ASSIGNED TASK -
Output exactly the lines that run from the line with "fits = append(fits, fit)" to the end of the material, both ends included, and no other lines.

________

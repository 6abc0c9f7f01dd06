package plumb

import (
	"context"
	"fmt"
	"math"
	"runtime"
	"strings"

	"github.com/plumbdyn/plumb/integrate"
	"github.com/plumbdyn/plumb/internal/detmath"
	"github.com/plumbdyn/plumb/internal/runio"
)

// maxRunsGrid bounds the comparison grid of TrustRuns (every run is held on
// it, one run at a time besides the reference).
const maxRunsGrid = 20_000_000

// TrustRuns audits runs computed by any program: each run is compared with
// the one marked Reference on a common grid of times, and the report says,
// as TrustProblem does for the built-in ladder, per run the divergence curve, the
// agreement horizon (the first time the divergence exceeds the tolerance,
// located between grid times by log-linear interpolation) and the growth
// law fitted to the curve (integrate.FitDivergence); up to which time every
// run agrees, which effect limits that time, the verdict, and the caution.
//
// The compared span is the intersection of the runs' spans (a restart run
// may begin later: its curve starts at its first time), cut at
// RecordedSettings.Horizon; nothing is extrapolated, and the report says so
// (Report.Recorded). Runs not written at the grid's times are interpolated
// (runio.Resample: piecewise cubic Hermite with Bessel's slopes); the
// interpolation error adds to the measured divergence, so runs are best
// written at the reference's times.
//
// With no model to differentiate, the largest Lyapunov exponent is the
// growth rate fitted to the divergence curves that grow exponentially
// (those of the nudged-start and restart runs where there are any, else
// all), their inverse-variance weighted mean, with the larger of its
// standard error and the runs' scatter; Exponent.Source is then "runs", and
// the report says that it is an estimate from the runs. Predicted horizons
// ln(tol/delta0)/lambda stand beside runs whose perturbation size is known
// (RecordedRun.Delta0, or the measured first divergence of start and
// restart runs).
//
// Errors, before any work and with a nil Report: a nil settings or a bad
// tolerance (ErrTolerance), a bad Horizon (ErrHorizon: also one past the
// common span), a bad Every or Lambda (integrate.ErrSettings), a bad
// Distance (*DistanceError), and unusable runs (*RunsError wrapping
// ErrRuns, naming the run): no reference or two, no other run, fewer than
// two rows, non-finite or unordered values, a compared column missing,
// spans that do not overlap. A canceled context returns the runs compared
// so far in a Report with verdict Incomplete, with the error.
//
// # Caution
//
// A trust horizon is a numerical statement about a model, not a safety
// certificate for the real system; and runs that share a bug agree with
// each other: safety-critical use follows the field's own codes and
// licensed review.
//
// References:
//
//	G. Boffetta, M. Cencini, M. Falcioni, A. Vulpiani, Predictability: a way
//	  to characterize complexity, Phys. Rep. 356 (2002) 367–474 (growth of
//	  a perturbation at the largest exponent; the horizon
//	  ln(tol/delta0)/lambda_1).
func TrustRuns(ctx context.Context, runs []RecordedRun, settings *RecordedSettings) (*Report, error) {
	if ctx == nil {
		ctx = context.Background()
	}
	if settings == nil {
		return nil, fmt.Errorf("plumb: RecordedSettings is nil (Tol is required): %w", ErrTolerance)
	}
	s := *settings
	if err := checkTolLambda("RecordedSettings", s.Tol, s.Lambda); err != nil {
		return nil, err
	}
	if !(s.Horizon >= 0) || math.IsInf(s.Horizon, 0) {
		return nil, fmt.Errorf("plumb: RecordedSettings.Horizon = %v: must be >= 0 and finite: %w", s.Horizon, ErrHorizon)
	}
	if !(s.Every >= 0) || math.IsInf(s.Every, 0) {
		return nil, fmt.Errorf("plumb: RecordedSettings.Every = %v: must be >= 0 and finite: %w", s.Every, integrate.ErrSettings)
	}
	ri, err := checkRuns(runs)
	if err != nil {
		return nil, err
	}
	ref := &runs[ri]
	cols := s.Distance.Observe
	if len(cols) == 0 {
		cols = ref.Names
	}
	scales, err := s.Distance.PerComponent(cols)
	if err != nil {
		return nil, err
	}
	periods, err := columnPeriods(cols, s.Periods)
	if err != nil {
		return nil, err
	}
	for i := range runs {
		r := &runs[i]
		if r.Failure != nil {
			continue
		}
		for _, c := range cols {
			if indexOf(r.Names, c) < 0 {
				return nil, &RunsError{Index: i, Label: r.Label, Source: r.Source,
					Why: fmt.Sprintf("column %q is missing (the run has: %s)", c, joinNames(r.Names))}
			}
		}
	}
	from, to, err := commonSpan(runs, ri)
	if err != nil {
		return nil, err
	}
	if s.Horizon > 0 {
		if end := from + s.Horizon; end > to {
			return nil, fmt.Errorf("plumb: RecordedSettings.Horizon = %v reaches t = %v, past the end %v of the span [%v, %v] common to the runs (nothing is extrapolated): %w",
				s.Horizon, end, to, from, to, ErrHorizon)
		} else {
			to = end
		}
	}
	g, err := runsGrid(ref, from, to, s.Every)
	if err != nil {
		return nil, err
	}
	from, to = g[0], g[len(g)-1]

	rep := &Report{
		T0: from, Horizon: to - from, Tol: s.Tol, Relative: s.Relative, Times: g,
		Caution: Caution, Arch: runtime.GOARCH, Version: buildVersion(),
		Distance: newDistanceReport(cols, scales, periods),
		Recorded: &RecordedReport{
			From: from, To: to,
			SpanNote: fmt.Sprintf("the runs are compared on t = %.6g .. %.6g, inside every run's span (a restart run from its first time); nothing is extrapolated", from, to),
			Grid:     "reference", Every: s.Every,
			Interpolant: "runs not written at the grid's times: piecewise cubic Hermite interpolation with Bessel's slopes (gonum interp.PiecewiseCubic)",
		},
	}
	if s.Every > 0 {
		rep.Recorded.Grid = "every"
	}
	rc := rep.Recorded
	a := &runsAuditor{cols: cols, periods: periods, scales: scales, times: g}
	refY, interp, err := a.resample(ref, ri, 0)
	if err != nil {
		return nil, err
	}
	a.refY = refY
	rc.Runs = append(rc.Runs, recordedRunReport(ref, interp))
	var reach float64
	rep.Spread, reach = a.spread()
	rep.TolAbs = s.Tol
	if s.Relative {
		rep.TolAbs = s.Tol * rep.Spread
		if !(rep.TolAbs > 0) {
			return nil, &RunsError{Index: ri, Label: ref.Label, Source: ref.Source, Why: "the reference run has zero spread, so a relative tolerance is zero; give the tolerance in the runs' units"}
		}
	}
	if rep.TolAbs > 2*reach {
		rc.ToleranceNote = fmt.Sprintf("the tolerance %.4g exceeds %.4g, twice the reference's largest distance from its mean: runs that stay where it went cannot part by the tolerance, so their agreement says little", rep.TolAbs, 2*reach)
	}
	rep.Reference = RungReport{Name: ref.Label, ID: TightestID, Effect: integrate.KindReference, AgreesUntil: to, Growth: integrate.GrowthUndetermined, Divergence: []float64{}}

	var ids []*string
	total := len(runs)
	progress := func(done int) {
		if s.Progress != nil {
			s.Progress("audit", done, total)
		}
	}
	progress(1)
	var effects []RunEffect
	var fits []integrate.Growth // the rungs' growth fits
	for i := range runs {
		if i == ri {
			continue
		}
		if err := ctx.Err(); err != nil {
			rep.finishRuns(effects, fits, s.Lambda)
			rep.Verdict = Incomplete
			return rep, fmt.Errorf("plumb: runs: canceled before run %d (%s): %w", i+1, runs[i].Label, err)
		}
		r := &runs[i]
		rr, rd, fit, err := a.compare(r, i, rep.TolAbs, rep.Spread)
		if err != nil {
			return nil, err
		}
		rep.Rungs = append(rep.Rungs, rr)
		rc.Runs = append(rc.Runs, rd)
		effects = append(effects, r.Effect)
		fits = append(fits, fit)
		if rr.Error != "" {
			rep.Failed++
		}
		progress(len(rep.Rungs) + 1)
	}
	for i := range rep.Rungs {
		ids = append(ids, &rep.Rungs[i].ID)
	}
	uniqueIDs(ids, TightestID)
	rep.finishRuns(effects, fits, s.Lambda)
	return rep, nil
}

________

RESPONSE TO THIS TASK -
		fits = append(fits, fit)
		if rr.Error != "" {
			rep.Failed++
		}
		progress(len(rep.Rungs) + 1)
	}
	for i := range rep.Rungs {
		ids = append(ids, &rep.Rungs[i].ID)
	}
	uniqueIDs(ids, TightestID)
	rep.finishRuns(effects, fits, s.Lambda)
	return rep, nil
}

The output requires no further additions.